Cote disposed of Skowron’s argument by distinguishing United States v. Levis, a case in which the court denied the employer’s request for restitution of legal costs related to an SEC investigation and the employer’s own internal investigation.22 The fees were not recoverable in Levis as restitution because “the investigations arose out of circumstances essentially independent of the conduct underlying the defendant’s conviction.”23

In contrast, the court found that the criminal prosecution of Skowron for securities fraud rested on essentially the same conduct as the SEC’s civil case. Moreover, the court held that Morgan Stanley’s ability to pursue the legal fees it paid through other means could not “forestall operation of the MVRA’s mandatory restitution provisions.”24


The most significant victory for Morgan Stanley was the court’s finding that Morgan Stanley could recover 20 percent of the compensation it paid to Skowron, which totaled more than $6.4 million. Skowron argued that no portion of his $32.1 million in compensation was recoverable as restitution because his compensation was not caused by his criminal conduct but was acquired through his employment agreement.

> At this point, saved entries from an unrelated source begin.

//! Points and directions on the ground and in the stump's plane. No trees, no jobs.

/// A point in a plane, in metres: east and north on the site, or forward and right at the stump.
#[derive(Debug, Clone, Copy, PartialEq)]
pub struct Point {
    /// East, or right of the lay.
    pub x: f64,
    /// North, or forward along the lay.
    pub y: f64,
}
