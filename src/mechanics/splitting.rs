//! The moment that runs a crack up the stem from the edge of a cut (barber chair): an energy
//! balance of the two slabs. It knows no growth stress, frost, check or rot: those are flags.

use crate::mechanics::bisect;
use crate::mechanics::holding::{Faced, FacedStem, Wood};
use crate::mechanics::section::{Stem, Sums};
use crate::units::{Area, Density, Force, FractureEnergy, Length, Moment, SecondMoment, Stress};

/// Sliding over opening fracture energy.
/// Source: tests of softwoods give 2 to 4 (from memory); three is used throughout.
pub const SLIDING_OVER_OPENING: f64 = 3.0;

/// The fracture energy of an opening crack along the grain, from the density.
///
/// # Model
/// `G_Ic = 1.04·ρ − 146 J/m²`, ρ at 12 % moisture; never below zero.
/// # Valid for
/// Within 35 %; best for softwoods of 300 to 500 kg/m³.
/// # Source
/// Larsen and Gustafsson 1990, CIB-W18A/23-19-2 (from memory).
pub fn fracture_energy(density_12: Density) -> FractureEnergy {
    FractureEnergy::si((1.04 * density_12.value() - 146.0).max(0.0))
}

/// What a crack up the stem would release.
#[derive(Debug, Clone, Copy, PartialEq)]
pub struct Release {
    /// All of it.
    pub total: FractureEnergy,
    /// The opening part.
    pub opening: FractureEnergy,
    /// The sliding part.
    pub sliding: FractureEnergy,
}

/// One of the two parts that a crack divides.
#[derive(Debug, Clone, Copy, PartialEq)]
pub struct Slab {
    /// Its area.
    pub area: Area,
    /// Its centroid, forward of the stump's centre.
    pub forward: Length,
    /// Second moment about its own centroid, along the lay.
    pub i_inline: SecondMoment,
}

/// The parts of the section that a crack from a cut's edge would divide.
#[derive(Debug, Clone, Copy, PartialEq)]
pub struct Slabs {
    pub(crate) front: Sums,
    pub(crate) back: Sums,
    pub(crate) full: Sums,
    pub(crate) width: f64,
}

impl Slabs {
    /// The slabs before and behind an edge of a cut, with the crack's width there.
    pub fn at_edge(stem: &Stem, edge: Length) -> Self {
        let shape = stem.shape();
        let front = shape.beyond(edge.value());
        let full = shape.beyond(-shape.ellipse.a);
        Self {
            front,
            back: full.minus(front),
            full,
            width: shape.wood_chord(edge.value()),
        }
    }

    /// The front slab, where it has any wood.
    pub fn front(&self) -> Option<Slab> {
        Slab::of(self.front)
    }

    /// The back slab, where it has any wood.
    pub fn back(&self) -> Option<Slab> {
        Slab::of(self.back)
    }

    /// The crack's width.
    pub fn width(&self) -> Length {
        Length::si(self.width)
    }

    /// What a moment would release.
    ///
    /// # Model
    /// `G = M²/(2Eb)·(1/I_f − 1/I_0)`, opening part with `1/(I_f + I_b)` for `1/I_0`.
    /// # Valid for
    /// A crack long against the face's height, level cuts, a stem with straight grain.
    /// # Source
    /// Beam energy; the parting of modes after Williams 1988; checked by finite elements.
    pub fn release(&self, wood: &Wood, moment: Moment) -> Release {
        let factor =
            moment.value() * moment.value() / (2.0 * wood.moe.value() * self.width.max(1.0e-12));
        let (opening, sliding) = self.flexibility();
        Release {
            total: FractureEnergy::si(factor * (opening + sliding)),
            opening: FractureEnergy::si(factor * opening),
            sliding: FractureEnergy::si(factor * sliding),
        }
    }

    /// What a moment would release with the tree's weight in the slab, a smaller figure.
    ///
    /// # Model
    /// `M_f = M − W x̄_f`, `G = [M_f²/I_f − M²/I_0 + W²(1/A_f − 1/A_0)]/(2Eb)`.
    /// # Valid for
    /// As [`Slabs::release`]; leaving it out is the careful side.
    /// # Source
    /// Derived from the same balance.
    pub fn release_with_weight(
        &self,
        wood: &Wood,
        moment: Moment,
        weight: Force,
    ) -> FractureEnergy {
        let m = moment.value();
        let w = weight.value();
        let front = m - w * self.front.centroid();
        let sum = front * front / self.front.inline() - m * m / self.full.inline()
            + w * w * (1.0 / self.front.area - 1.0 / self.full.area);
        FractureEnergy::si(sum / (2.0 * wood.moe.value() * self.width.max(1.0e-12)))
    }

    /// The moment that splits, opening and sliding weighed together.
    ///
    /// # Model
    /// `√{2Eb / [(1/I_f − 1/(I_f+I_b))/G_Ic + (1/(I_f+I_b) − 1/I_0)/G_IIc]}`.
    /// # Valid for
    /// As [`Slabs::release`]. `None` where no crack can run: no wood behind the edge.
    /// # Source
    /// Linear mixed-mode criterion (it fits propagation: Yoshihara 2013, abstract opened).
    pub fn split_moment(&self, wood: &Wood) -> Option<Moment> {
        let value = split_mixed(self, &Strength::of(wood));
        value.is_finite().then(|| Moment::si(value))
    }

    /// The moment that splits by the whole energy against the opening one: the careful figure.
    ///
    /// # Model
    /// `√[2Eb G_Ic/(1/I_f − 1/I_0)]`.
    /// # Valid for
    /// As [`Slabs::release`].
    /// # Source
    /// The way of EN 1995-1-1, 6.5.2, in the limit of pure bending.
    pub fn split_moment_total(&self, wood: &Wood) -> Option<Moment> {
        pure_bending_split(
            Length::si(self.width),
            (
                SecondMoment::si(self.front.inline()),
                SecondMoment::si(self.full.inline()),
            ),
            wood.moe,
            wood.g1c,
        )
    }

    fn flexibility(&self) -> (f64, f64) {
        let front = self.front.inline();
        let back = if self.back.area > 0.0 {
            self.back.inline()
        } else {
            0.0
        };
        let both = 1.0 / (front + back);
        (1.0 / front - both, both - 1.0 / self.full.inline())
    }
}

impl Slab {
    fn of(sums: Sums) -> Option<Self> {
        (sums.area > 0.0).then(|| Self {
            area: Area::si(sums.area),
            forward: Length::si(sums.centroid()),
            i_inline: SecondMoment::si(sums.inline()),
        })
    }
}

/// The moment that runs a crack along a beam of any section under bending alone: second moments
/// of the part that goes on carrying and of the whole.
///
/// # Model
/// `√[2Eb G_c/(1/I_f − 1/I_0)]`.
/// # Valid for
/// Shear left out: of a leaning tree it is less than a thousandth. `None` where the part is the
/// whole.
/// # Source
/// Exact for pure bending; the limit of Gustafsson 1988, CIB-W18A/21-10-1, and of EN 1995-1-1,
/// 6.5.2.
pub fn pure_bending_split(
    width: Length,
    inertias: (SecondMoment, SecondMoment),
    moe: Stress,
    energy: FractureEnergy,
) -> Option<Moment> {
    let (part, whole) = inertias;
    let flexibility = 1.0 / part.value() - 1.0 / whole.value();
    let square = 2.0 * moe.value() * width.value() * energy.value() / flexibility;
    (flexibility > 0.0 && square.is_finite()).then(|| Moment::si(square.max(0.0).sqrt()))
}

/// Where holding and splitting cross.
#[derive(Debug, Clone, Copy, PartialEq)]
pub struct Crossing {
    /// The ligament there.
    pub ligament: Length,
    /// The moment there: a demand above it splits the stem in a plain back cut.
    pub moment: Moment,
}

/// Where holding and splitting cross, the first time the ligament grows from nothing.
///
/// # Model
/// `M_split(h) = MOR·S(h)`, first crossing from a thin ligament upward.
/// # Valid for
/// A plain back cut. `None` where they do not cross: the hinge always bends first.
/// # Source
/// Derived; checked by the worked examples in the tests.
pub fn crossing(cut: &FacedStem<'_>, wood: &Wood) -> Option<Crossing> {
    let faced = cut.plain();
    let strength = Strength::of(wood);
    let ligament = crossing_of(&faced, &strength)?;
    Some(Crossing {
        ligament: Length::si(ligament),
        moment: Moment::si(strength.mor * faced.ligament(ligament).modulus),
    })
}

/// How finely the first crossing is looked for, steps over the whole ligament.
const CROSSING_STEPS: i32 = 200;

pub(crate) fn crossing_of(faced: &Faced<'_>, strength: &Strength) -> Option<f64> {
    let whole = faced.whole();
    if whole <= 0.0 {
        return None;
    }
    let spare = |thickness: f64| {
        let ligament = faced.ligament(thickness);
        split_at(faced, thickness, strength) - strength.mor * ligament.modulus
    };
    let mut below = whole / f64::from(CROSSING_STEPS);
    if spare(below) <= 0.0 {
        return None;
    }
    for step in 2..CROSSING_STEPS {
        let above = whole * f64::from(step) / f64::from(CROSSING_STEPS);
        if spare(above) <= 0.0 {
            return Some(bisect(below, above, spare));
        }
        below = above;
    }
    None
}

/// Plain numbers of [`Wood`].
#[derive(Debug, Clone, Copy, PartialEq)]
pub(crate) struct Strength {
    pub mor: f64,
    pub moe: f64,
    pub g1c: f64,
    pub g2c: f64,
}

impl Strength {
    pub(crate) const fn of(wood: &Wood) -> Self {
        Self {
            mor: wood.mor.value(),
            moe: wood.moe.value(),
            g1c: wood.g1c.value(),
            g2c: wood.g2c.value(),
        }
    }
}

/// The splitting moment of a plain back cut with this ligament; infinite where no crack can run.
#[inline]
pub(crate) fn split_at(faced: &Faced<'_>, thickness: f64, strength: &Strength) -> f64 {
    let rear = faced.apex - thickness;
    let front = faced.shape.beyond(rear);
    let mut width = faced.shape.wood_chord(rear);
    if let Some(tongue) = faced.tongue
        && rear < tongue.front
    {
        width = width.min(tongue.width);
    }
    split_mixed(
        &Slabs {
            front,
            back: faced.full.minus(front),
            full: faced.full,
            width,
        },
        strength,
    )
}

/// The mixed-mode splitting moment of two slabs; infinite where no crack can run.
#[inline]
pub(crate) fn split_mixed(slabs: &Slabs, strength: &Strength) -> f64 {
    if slabs.back.area <= 0.0 || slabs.front.area <= 0.0 {
        return f64::INFINITY;
    }
    let (opening, sliding) = slabs.flexibility();
    let sum = opening / strength.g1c + sliding.max(0.0) / strength.g2c;
    (2.0 * strength.moe * slabs.width / sum).sqrt()
}
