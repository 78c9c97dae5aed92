//! The pull a line must give to bring a tree over its hinge, and what that asks of blocks.
//! It never approves a knot, an anchor or a strap.

use crate::units::{Angle, Force, Length, Moment};

/// The margin on the pull. Source: derived, our judgement.
pub const PULL_FACTOR: f64 = 1.5;
/// What a good block passes on. Source: Donzelli 1999 (abstract opened), 0.9 for a good block.
pub const BLOCK_EFFICIENCY: f64 = 0.9;

/// A point or a direction at the stump: forward, right, up, in metres.
#[derive(Debug, Clone, Copy, PartialEq)]
pub struct Place {
    /// Forward along the lay.
    pub forward: Length,
    /// Right of the lay.
    pub right: Length,
    /// Above the cut.
    pub up: Length,
}

/// The lever of a line about the hinge, for turning the tree along the lay.
///
/// # Model
/// `z_a t_x − x_a t_z`, with the line's unit vector `t` in three dimensions and the place of
/// attachment counted from the hinge's centroid.
/// # Valid for
/// A straight line. `None` where both ends are one place.
/// # Source
/// Statics.
pub fn lever(attachment: Place, anchor: Place, hinge_forward: Length) -> Option<Length> {
    let along = (anchor.forward - attachment.forward).value();
    let across = (anchor.right - attachment.right).value();
    let up = (anchor.up - attachment.up).value();
    let length = (along * along + across * across + up * up).sqrt();
    if length <= 0.0 {
        return None;
    }
    let x = (attachment.forward - hinge_forward).value();
    Some(Length::si(
        (attachment.up.value() * along - x * up) / length,
    ))
}

/// The tension at the tree that a moment asks for, with the margin.
///
/// # Model
/// `1.5·M/lever`; nothing where no moment is asked.
/// # Valid for
/// A lever above zero; `None` otherwise: the line cannot turn the tree along the lay.
/// # Source
/// Statics; the margin is our judgement.
pub fn pull(moment: Moment, lever: Length) -> Option<Force> {
    (lever > Length::ZERO)
        .then(|| Force::si((PULL_FACTOR * moment.value() / lever.value()).max(0.0)))
}

/// The tension at the winch for a tension at the tree.
///
/// # Model
/// `T/0.9ⁿ` over `n` redirects.
/// # Valid for
/// Good blocks; a karabiner passes on half.
/// # Source
/// As [`BLOCK_EFFICIENCY`].
pub fn winch_tension(at_tree: Force, redirects: u8) -> Force {
    (0..redirects).fold(at_tree, |tension, _| tension / BLOCK_EFFICIENCY)
}

/// The load on a block whose two rope legs meet at an angle.
///
/// # Model
/// `2T cos(β/2)`.
/// # Valid for
/// Equal tension in both legs; 2T is the most.
/// # Source
/// Statics.
pub fn block_load(tension: Force, between_legs: Angle) -> Force {
    tension * (2.0 * libm::cos(0.5 * between_legs.value()))
}

/// The moment of a pull square or askew to a stem.
///
/// # Model
/// `r F sin φ`.
/// # Valid for
/// A pull at a known angle to the stem.
/// # Source
/// Arboriculture Australia, tree rescue manual, page 122 (opened).
pub fn pull_moment(height: Length, pull: Force, to_stem: Angle) -> Moment {
    Moment::si(height.value() * pull.value() * libm::sin(to_stem.value()))
}

/// The share a wrap of rope or cable holds back.
///
/// # Model
/// `e^{μφ}`, in a notch of angle β `e^{μφ/sin(β/2)}`.
/// # Valid for
/// A notch wider than nothing; the full turn for a plain stump.
/// # Source
/// The capstan equation; Kimbell 1981 for a notched stump (abstract opened).
pub fn capstan_ratio(friction: f64, wrap: Angle, notch: Angle) -> f64 {
    libm::exp(friction * wrap.value() / libm::sin(0.5 * notch.value()))
}
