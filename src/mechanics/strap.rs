//! The strap left at the rear after a plunge: its tension, its least thickness, and what the two
//! edges of the slot would release while it holds. It never judges the hinge after release.

use crate::mechanics::holding::{Demand, Load, Wood};
use crate::mechanics::root;
use crate::mechanics::section::{Shape, Stem, Sums};
use crate::units::{Force, FractureEnergy, Length, Moment, Stress};

/// The share of the modulus of rupture a strap may carry when its thickness is chosen.
/// Source: derived with the model; half, for knots, rot and uneven cuts.
pub const WORKING_SHARE: f64 = 0.5;
/// How much thicker than the failing thickness a strap is left. Source: as above.
pub const THICKNESS_FACTOR: f64 = 1.5;
/// The least strap as a share of the diameter along the lay.
/// Source: saw manuals leave a tenth to a fifth (opened).
pub const LEAST_SHARE_OF_DIAMETER: f64 = 0.10;

/// A hinge and a strap with the slot between them.
#[derive(Debug, Clone, Copy, PartialEq)]
pub struct Slotted<'a> {
    /// The stem.
    pub stem: &'a Stem,
    /// Depth of the face's apex from the front of the wood.
    pub face_depth: Length,
    /// Thickness of the hinge.
    pub hinge: Length,
    /// Thickness of the strap, from the rear of the wood.
    pub strap: Length,
}

/// What goes on while the strap holds.
#[derive(Debug, Clone, Copy, PartialEq)]
pub struct Held {
    /// The strap's tension, the hinge's own bending left out.
    pub tension: Force,
    /// Its mean stress by that tension.
    pub mean_stress: Stress,
    /// The tension with hinge and strap bending together.
    pub tension_together: Force,
    /// The hinge's share of the bending.
    pub hinge_moment: Moment,
    /// The strap's share of the bending.
    pub strap_moment: Moment,
    /// Stress of the strap's outer fibres.
    pub outer_stress: Stress,
    /// Stress of the strap's inner fibres.
    pub inner_stress: Stress,
    /// What a crack from the hinge's edge of the slot would release, an upper bound.
    pub release_front: FractureEnergy,
    /// What a crack from the strap's edge of the slot would release, an upper bound.
    pub release_back: FractureEnergy,
}

/// What goes on in stump and stem while the strap holds.
///
/// # Model
/// Tension `F = (M_tree − W x̄_h)/(x̄_h − x̄_s)`; stresses and releases with hinge and strap as
/// one section: `G = [F²/A_1 + M_1²/I_1 + F²/A_2 + M_2²/I_2 − M²/I_0]/(2Eb)` at either edge.
/// # Valid for
/// A slot right through the stem; the releases are upper bounds (finite elements give half).
/// `None` where hinge or strap has no wood.
/// # Source
/// Beam energy, derived; the worked example in the tests.
pub fn held(slot: &Slotted<'_>, wood: &Wood, demand: &Demand) -> Option<Held> {
    let parts = Parts::new(slot.stem.shape(), slot.edges());
    if parts.hinge.area <= 0.0 || parts.strap.area <= 0.0 {
        return None;
    }
    let tension = parts.tension(Load::of(demand));
    let together = parts.together(Load::of(demand));
    let (front, back) = parts.releases(&together, wood.moe.value());
    Some(Held {
        tension: Force::si(tension),
        mean_stress: Stress::si(tension / parts.strap.area),
        tension_together: Force::si(together.force),
        hinge_moment: Moment::si(together.hinge),
        strap_moment: Moment::si(together.strap),
        outer_stress: Stress::si(together.stress_at(parts.rear)),
        inner_stress: Stress::si(together.stress_at(parts.strap_edge)),
        release_front: FractureEnergy::si(front),
        release_back: FractureEnergy::si(back),
    })
}

/// The strap whose mean stress would reach a limit.
///
/// # Model
/// `F(s)/A(s) = limit`, solved for the strap's thickness `s`.
/// # Valid for
/// As [`held`]. Zero where the tree does not pull on the strap.
/// # Source
/// Derived; the worked example in the tests.
pub fn failing_thickness(slot: &Slotted<'_>, limit: Stress, demand: &Demand) -> Length {
    let (face, hinge, _) = slot.edges();
    let cut = (slot.stem.shape(), face, hinge);
    Length::si(failing(cut, limit.value(), Load::of(demand)))
}

/// The least strap to leave.
///
/// # Model
/// The larger of 1.5 times the strap failing at half the modulus of rupture, and a tenth of the
/// diameter along the lay.
/// # Valid for
/// As [`held`].
/// # Source
/// Saw manuals' tenth to fifth of the diameter (opened), with the computed figure beside it.
pub fn thickness_min(slot: &Slotted<'_>, wood: &Wood, demand: &Demand) -> Length {
    let (face, hinge, _) = slot.edges();
    let cut = (slot.stem.shape(), face, hinge);
    Length::si(thickness_min_of(cut, wood.mor.value(), Load::of(demand)))
}

impl Slotted<'_> {
    fn edges(&self) -> (f64, f64, f64) {
        (
            self.face_depth.value(),
            self.hinge.value(),
            self.strap.value(),
        )
    }
}

/// A shape with the depth of its face and the thickness of its hinge.
pub(crate) type CutShape<'a> = (Shape<'a>, f64, f64);

pub(crate) fn thickness_min_of(cut: CutShape<'_>, mor: f64, load: Load) -> f64 {
    let (shape, face, hinge) = cut;
    let least = LEAST_SHARE_OF_DIAMETER * 2.0 * shape.ellipse.a;
    let parts = Parts::new(shape, (face, hinge, least / THICKNESS_FACTOR));
    if parts.tension(load) <= WORKING_SHARE * mor * parts.strap.area {
        return least;
    }
    THICKNESS_FACTOR * failing(cut, WORKING_SHARE * mor, load)
}

fn failing(cut: CutShape<'_>, limit: f64, load: Load) -> f64 {
    let (shape, face, hinge) = cut;
    let spare = |thickness: f64| {
        let parts = Parts::new(shape, (face, hinge, thickness));
        limit * parts.strap.area - parts.tension(load)
    };
    let diameter = 2.0 * shape.ellipse.a;
    let most = diameter - face - hinge;
    let least = 1.0e-6 * diameter;
    if most <= least || spare(least) >= 0.0 {
        return 0.0;
    }
    if spare(most) <= 0.0 {
        return most;
    }
    root((least, most), 1.0e-12, spare)
}

/// Sections of the slotted stump in plain numbers.
pub(crate) struct Parts {
    pub hinge: Sums,
    pub strap: Sums,
    pub full: Sums,
    front: Sums,
    rest: Sums,
    hinge_width: f64,
    strap_width: f64,
    strap_edge: f64,
    rear: f64,
}

/// Hinge and strap bending as one section.
pub(crate) struct Together {
    pub force: f64,
    hinge: f64,
    strap: f64,
    moment: f64,
    pub centroid: f64,
    pub inertia: f64,
}

impl Together {
    fn stress_at(&self, x: f64) -> f64 {
        self.moment * (self.centroid - x) / self.inertia
    }
}

impl Parts {
    /// The sections left by a face, a hinge and a strap of these depths and thicknesses.
    pub(crate) fn new(shape: Shape<'_>, edges: (f64, f64, f64)) -> Self {
        let (face, hinge, strap) = edges;
        let a = shape.ellipse.a;
        let apex = a - face;
        let hinge_edge = apex - hinge;
        let strap_edge = -a + strap;
        let full = shape.beyond(-a);
        let front = shape.beyond(hinge_edge);
        let rest = shape.beyond(strap_edge);
        Self {
            hinge: front.minus(shape.beyond(apex)),
            strap: full.minus(rest),
            full,
            front,
            rest,
            hinge_width: shape.wood_chord(hinge_edge),
            strap_width: shape.wood_chord(strap_edge),
            strap_edge,
            rear: -a,
        }
    }

    /// The strap's tension, the hinge's own bending left out.
    pub(crate) fn tension(&self, load: Load) -> f64 {
        let hinge = self.hinge.centroid();
        (load.about(hinge) / (hinge - self.strap.centroid())).max(0.0)
    }

    pub(crate) fn together(&self, load: Load) -> Together {
        let both = self.hinge.plus(self.strap);
        let centroid = both.centroid();
        let inertia = both.inline();
        let moment = load.about(centroid);
        Together {
            force: moment * self.strap.area * (centroid - self.strap.centroid()) / inertia,
            hinge: moment * self.hinge.inline() / inertia,
            strap: moment * self.strap.inline() / inertia,
            moment,
            centroid,
            inertia,
        }
    }

    /// Releases at the hinge's edge and at the strap's edge of the slot.
    pub(crate) fn releases(&self, together: &Together, moe: f64) -> (f64, f64) {
        let force = together.force;
        let whole = together.moment * together.moment / self.full.inline();
        let part =
            |sums: &Sums, moment: f64| force * force / sums.area + moment * moment / sums.inline();
        let back = self.full.minus(self.front);
        let front_moment = together.hinge + force * (self.hinge.centroid() - self.front.centroid());
        let back_moment = together.strap + force * (back.centroid() - self.strap.centroid());
        let at_hinge = part(&self.front, front_moment) + part(&back, back_moment) - whole;
        let rest_moment = together.hinge + force * (self.hinge.centroid() - self.rest.centroid());
        let at_strap = part(&self.rest, rest_moment) + part(&self.strap, together.strap) - whole;
        (
            (at_hinge / (2.0 * moe * self.hinge_width)).max(0.0),
            (at_strap / (2.0 * moe * self.strap_width)).max(0.0),
        )
    }
}
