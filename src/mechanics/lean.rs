//! The trunk's lean from readings. It never adds the crown: that is the centre of weight's work.

use crate::units::{Angle, Bearing, Reading};

/// A lean with its direction and the doubt of both.
#[derive(Debug, Clone, Copy, PartialEq)]
pub struct Lean {
    /// Angle from the vertical, with its spread.
    pub angle: Reading<Angle>,
    /// Where it leans to.
    pub toward: Bearing,
    /// One standard deviation of that direction.
    pub toward_spread: Angle,
}

/// Two readings of the lean from places at a right angle to each other.
#[derive(Debug, Clone, Copy, PartialEq)]
pub struct TwoViews {
    /// The lean seen in the plane of `facing`, towards it positive.
    pub view_a: Reading<Angle>,
    /// The lean seen in the plane 90 degrees clockwise of `facing`, towards it positive.
    pub view_b: Reading<Angle>,
    /// The bearing along which `view_a` counts positive.
    pub facing: Bearing,
}

/// The lean from two views.
///
/// # Model
/// `tan θ = √(tan²a + tan²b)`, direction `atan2(tan b, tan a)` clockwise of the first axis; the
/// spreads are carried along and across the direction found.
/// # Valid for
/// Views square to each other.
/// # Source
/// Geometry; the principle in Grosenbaugh 1980, Forest Science 26 (abstract opened).
pub fn from_two_views(views: &TwoViews) -> Lean {
    let a = libm::tan(views.view_a.value.value());
    let b = libm::tan(views.view_b.value.value());
    let slope = (a * a + b * b).sqrt();
    let turn = if slope > 0.0 { libm::atan2(b, a) } else { 0.0 };
    let (spread_a, spread_b) = (
        views.view_a.spread.value().abs(),
        views.view_b.spread.value().abs(),
    );
    let (cosine, sine) = (libm::cos(turn), libm::sin(turn));
    let along = libm::hypot(spread_a * cosine, spread_b * sine);
    let across = libm::hypot(spread_a * sine, spread_b * cosine);
    let toward_spread = if slope > 0.0 {
        libm::atan2(across, libm::atan(slope))
    } else {
        0.0
    };
    Lean {
        angle: Reading::new(Angle::si(libm::atan(slope)), Angle::si(along)),
        toward: views.facing.turned(Angle::si(turn)),
        toward_spread: Angle::si(toward_spread),
    }
}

However, the court noted that Skowron actively deceived Morgan Stanley during its internal investigation and its attempts to cooperate with the SEC. This deception prolonged his employment and his sizeable compensation.25

Skowron also argued that his case was distinguishable from cases awarding employers a portion of a defendant’s compensation because those cases involved honest-services fraud.26 According to Skowron, his case was different because his crimes were directed at investors and the SEC—not Morgan Stanley.

The court disagreed. It focused on whether Skowron’s conduct resulted in a direct loss to Morgan Stanley’s property—namely, deprivation of money to which it was entitled. The court held that Skowron’s compensation fell within the restitution available under the MVRA because “Skowron’s insider trading and obstruction schemes deprived Morgan Stanley of honest services for which it paid.”27 Accordingly, the court found that restitution of 20 percent of Skowron’s total compensation approximated “the difference in value between the honest services for which Morgan Stanley paid and what it received as a result of Skowron’s offense.”28

Skowron has indicated he will appeal the decision.29 Skowron has also asked the court for a stay pending appeal of the decision requiring the immediate payment of approximately $10 million in restitution.30


Cote’s decision in Skowron is a significant victory for corporate victims of insider trading schemes. Going forward, companies embroiled in securities fraud investigations caused by a rogue employee should carefully consider their ability to recover restitution under the MVRA. Courts have been, and continue to be, willing to award restitution to fraud victims—both individual and corporate victims alike.